Already scheduled for a public hearing for June 21, the amendment deals with the definitions of owner and lessee. As explained by Mr. McDermott, if car is leased, then notice would go to the company that owns the vehicle who would in turn let the town know who the car was leased to.  Mr. McDermott also explained that based on how the cameras were used in other municipalities, in the event the camera did not get a clear picture of the license plate – but did get a picture of the person dumping – the photo could be posted on the town’s web site  with text asking viewers if they could identify the person.   He also suggested that in addition to the “real” cameras, fake ones to installed in order to deter would be dumpsters.


7. Proposed Dumpster Law

In an item not on the agenda, Councilman Bernard suggested that based on initial feedback regarding procedural issues in the proposed law, the board might want to have another work session discussion before proceeding to a public hearing. In response, Supervisor Grace said that these issues could be dealt with as comments during the hearing and Town Clerk Quast reminded the board that the public hearing has already been scheduled for June 7 – and that there would not be a work session before that.

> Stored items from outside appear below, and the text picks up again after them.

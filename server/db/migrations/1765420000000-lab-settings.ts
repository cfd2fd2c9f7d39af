import type { MigrationInterface, QueryRunner } from 'typeorm';

/**
 * The lab's settings and the provenance of a signed report's thresholds.
 * - `lab_settings`: one row (id 1) of typed settings the admin changes; a NULL EHR endpoint or mail
 *   sender means the server's configuration applies. `version` guards concurrent edits.
 * - `threshold_set` may not be back-dated: a set takes effect no earlier than when it was written
 *   (one minute's grace for clocks), so a signed report's judgement is never rewritten. The server's
 *   role may only add sets (server/db/privileges.ts). Existing rows are left as they are.
 * - `report_version` records which thresholds judged it: the set in force at signing (`in-force`),
 *   or for an addendum the original report's (`original`) or those in force at the addendum (`current`).
 */
export class LabSettings1765420000000 implements MigrationInterface {
  name = 'LabSettings1765420000000';

  async up(db: QueryRunner): Promise<void> {
    await db.query(`
      CREATE TABLE lab_settings (
        id smallint PRIMARY KEY DEFAULT 1 CONSTRAINT lab_settings_one_row CHECK (id = 1),
        time_zone text NOT NULL DEFAULT 'UTC',
        signature_target_hours numeric(5, 1) NOT NULL DEFAULT 24 CHECK (signature_target_hours >= 1 AND signature_target_hours <= 168),
        ehr_base_url text NULL,
        mail_from text NULL,
        template_version text NOT NULL DEFAULT 'v1' CHECK (template_version ~ '^v[0-9]{1,4}$'),
        version integer NOT NULL DEFAULT 1,
        updated_at timestamptz NULL,
        updated_by uuid NULL REFERENCES app_user (id) ON DELETE SET NULL
      )`);
    await db.query(`INSERT INTO lab_settings (id) VALUES (1) ON CONFLICT DO NOTHING`);
    await db.query(`ALTER TABLE threshold_set ADD CONSTRAINT threshold_set_not_backdated CHECK (effective_from >= created_at - interval '1 minute') NOT VALID`);
    await db.query(`ALTER TABLE report_version ADD COLUMN thresholds_basis text NULL CHECK (thresholds_basis IN ('in-force', 'original', 'current'))`);
    await db.query(`ALTER TABLE report_version ADD COLUMN threshold_set_id integer NULL REFERENCES threshold_set (id) ON DELETE RESTRICT`);
  }

  async down(db: QueryRunner): Promise<void> {
    await db.query(`ALTER TABLE report_version DROP COLUMN threshold_set_id`);
    await db.query(`ALTER TABLE report_version DROP COLUMN thresholds_basis`);
    await db.query(`ALTER TABLE threshold_set DROP CONSTRAINT threshold_set_not_backdated`);
    await db.query(`DROP TABLE lab_settings`);
  }
}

8. Proposed Local Law/Quality of Life Committee

In an item not on the agenda, Mr. McDermott presented a draft local law that would create a new “Quality of Life Committee.” He explained that the Committee would be a vehicle where residents could bring concerns and complaints and that the Committee could shepherd the issues through the town, adding that the Committee would bring government “closer to the people” and get them more engaged.  


The Committee would be composed of a councilman (who would be the chairman), and one representative each from the police department and a public service organization,  e.g., Lions or Chamber,  the town’s code enforcement officer and one member of the public.


Responding to the proposal, Councilman Diana said the Committee would give residents a vehicle to do more than just complain and Councilman Bernard commented: “Does that mean we can do away with Courtesy of the Floor?” Which prompted the response from Supervisor Grace: “You struck gold.”


It was explained that the Committee could be established either by resolution or a local law. Supervisor Grace asked Mr. McDermott to set out the pros and cons of both approaches, but added that a resolution gave the board more flexibility to make changes.  However, as Mr. McDermott has already drafted a local law, the board set a public hearing for July 5.


9. Miscellaneous resolutions

The board waived the YCCC rental fee for the Teen Center ($80.33) and Relay for Life ($612.35).


NOTE: For copies of all the above referenced local laws, check with the town web site,, under the heading “pending legislation.”


NOTE:  Due to the federal primary election, there will be no Town Board meeting on June 28.